# EVGA GeForce RTX 3060 Ti FTW3 Ultra



## W1zzard (Dec 16, 2020)

The EVGA GeForce RTX 3060 Ti FTW3 Ultra comes overclocked to a rated Boost frequency of 1800 MHz, and the power limit has been raised to 240 W. The triple fan, triple-slot iCX3 cooler features fan stop and adjustable RGB lighting, so you can match it to your case's color scheme.

*Show full review*


----------



## bug (Dec 16, 2020)

I don't know, somehow two 8 pin power connectors seem over the top for a x60 card. Especially since my 1060 works fine with only one.
And the triple slot solution is a known peeve of mine already.


----------



## W1zzard (Dec 16, 2020)

bug said:


> Especially since my 1060 works fine with only one


This card is 3x (!) as fast as the 1060


----------



## swirl09 (Dec 16, 2020)

Gotta say the temps/noise seem poor for this tier model.


----------



## bug (Dec 16, 2020)

W1zzard said:


> This card is 3x (!) as fast as the 1060


Yes, but it's also 8nm vs 16 (also GDDR6 vs GDDR5). I'm pretty sure it could have been powered by two 6 pins just fine.

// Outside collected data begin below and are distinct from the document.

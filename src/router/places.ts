/** Places, and their set-up. */
import type { RouteRecordRaw } from 'vue-router'

export const placeRoutes: RouteRecordRaw[] = [
  {
    path: 'places',
    name: 'places',
    component: () => import('../pages/PlacesPage.vue'),
    meta: { title: 'Places', page: 'places' },
  },
  {
    path: 'places/:id([1-9]\\d*)',
    name: 'place',
    component: () => import('../pages/PlacePage.vue'),
    meta: { title: 'Place', page: 'places' },
  },
  {
    path: 'set-up/places',
    name: 'setUpPlaces',
    component: () => import('../pages/PlacesSetUpPage.vue'),
    meta: { title: 'Places, set-up', page: 'setUp' },
  },
  {
    path: 'set-up/places/new',
    name: 'setUpNewPlace',
    component: () => import('../pages/PlaceSetUpPage.vue'),
    meta: { title: 'New place', page: 'setUp' },
  },
  {
    path: 'set-up/places/:id([1-9]\\d*)',
    name: 'setUpPlace',
    component: () => import('../pages/PlaceSetUpPage.vue'),
    meta: { title: 'Place, set-up', page: 'setUp' },
  },
]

Anyway, it's not a deal breaker, any decent PSU has the connectors for years already. I just feel annoyed because manufacturers always seem to go over the top to make it look like their cards could sustain magical overclocks.


----------



## Metroid (Dec 16, 2020)

swirl09 said:


> Gotta say the temps/noise seem poor for this tier model.

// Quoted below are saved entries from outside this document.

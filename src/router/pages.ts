/** The pages that the bars offer, in their order, and to whom. */
import type { Action } from '../../shared/access.ts'

export interface PageEntry {
  name: string
  title: string
  keys: string
  action: Action
  /** Has its place in the bars of narrow screens; the others stand under More there. */
  isFirst: boolean
}

export const pages: readonly PageEntry[] = [
  { name: 'watch', title: 'Watch', keys: 'g w', action: 'stations.read', isFirst: true },
  { name: 'stations', title: 'Stations', keys: 'g s', action: 'stations.read', isFirst: true },
  { name: 'alerts', title: 'Alerts', keys: 'g a', action: 'alerts.read', isFirst: true },
  { name: 'limits', title: 'Limits', keys: 'g i', action: 'limits.read', isFirst: false },
  { name: 'messages', title: 'Messages', keys: 'g m', action: 'messages.read', isFirst: false },
  { name: 'lists', title: 'Lists', keys: 'g t', action: 'profile.read', isFirst: false },
]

Yeah, FTW is a premium product. I'm disappointed with its temp. I wonder about the evga 3080 FTW x Asus 3080 strix.


----------



## QUANTUMPHYSICS (Dec 16, 2020)

I just finished Cyberpunk 2077 on my 3090 FTW3 Ultra.

I came here and scrolled to the "games tested" specifically to see what this card is capable of in that game.

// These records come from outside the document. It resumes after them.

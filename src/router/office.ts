/** Pages of administrators about the office itself: people, audit, settings, system. */
import type { RouteRecordRaw } from 'vue-router'

const meta = (title: string) => ({ title, page: 'setUp' })

export const officeRoutes: RouteRecordRaw[] = [
  {
    path: 'people/:id([1-9]\\d*)?',
    name: 'people',
    component: () => import('../pages/PeoplePage.vue'),
    meta: meta('People'),
  },
]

I waited on line at Microcenter on the release day for this card and managed to get one.  I gave it over to my cousin's friend who happened to be building a computer.  I'm sure he'll enjoy it.


----------



## bug (Dec 16, 2020)

QUANTUMPHYSICS said:


> I just finished Cyberpunk 2077 on my 3090 FTW3 Ultra.
> 
> I came here and scrolled to the "games tested" specifically to see what this card is capable of in that game.


You should know benchmark suites aren't updated with each and every release.
However, you can see in this review how this stack vs a plain 3060Ti and then take a look here: https://www.techpowerup.com/review/cyberpunk-2077-benchmark-test-performance/5.html


----------



## jabbadap (Dec 16, 2020)

bug said:


> Yes, but it's also 8nm vs 16 (also GDDR6 vs GDDR5). I'm pretty sure it could have been powered by two 6 pins just fine.
> 
> Anyway, it's not a deal breaker, any decent PSU has the connectors for years already. I just feel annoyed because manufacturers always seem to go over the top to make it look like their cards could sustain magical overclocks.



With 223W on gaming is on the brink of 225W power budget that would offer. Sure it would work but usually vendors stuck at least 6-pin+8-pin on that power consumption tier. And yeah pascal equivalent for this card is 1070, not 1060 (cut down x04 chip). 1060 equivalent will be rtx 3060 or what ever nvidia will call the card with ga106 chip inside.


----------



## Zappcatt (Dec 16, 2020)

I am sorry, but not seeing the value in this card at all.

It is $50 more than the stock 3060Ti and it gives minor benefits(less than 2fps at 4k) when for another $50 you can jump up to the 3070 which gives you another 7 over the FTW) the other resolutions come out worse for this card.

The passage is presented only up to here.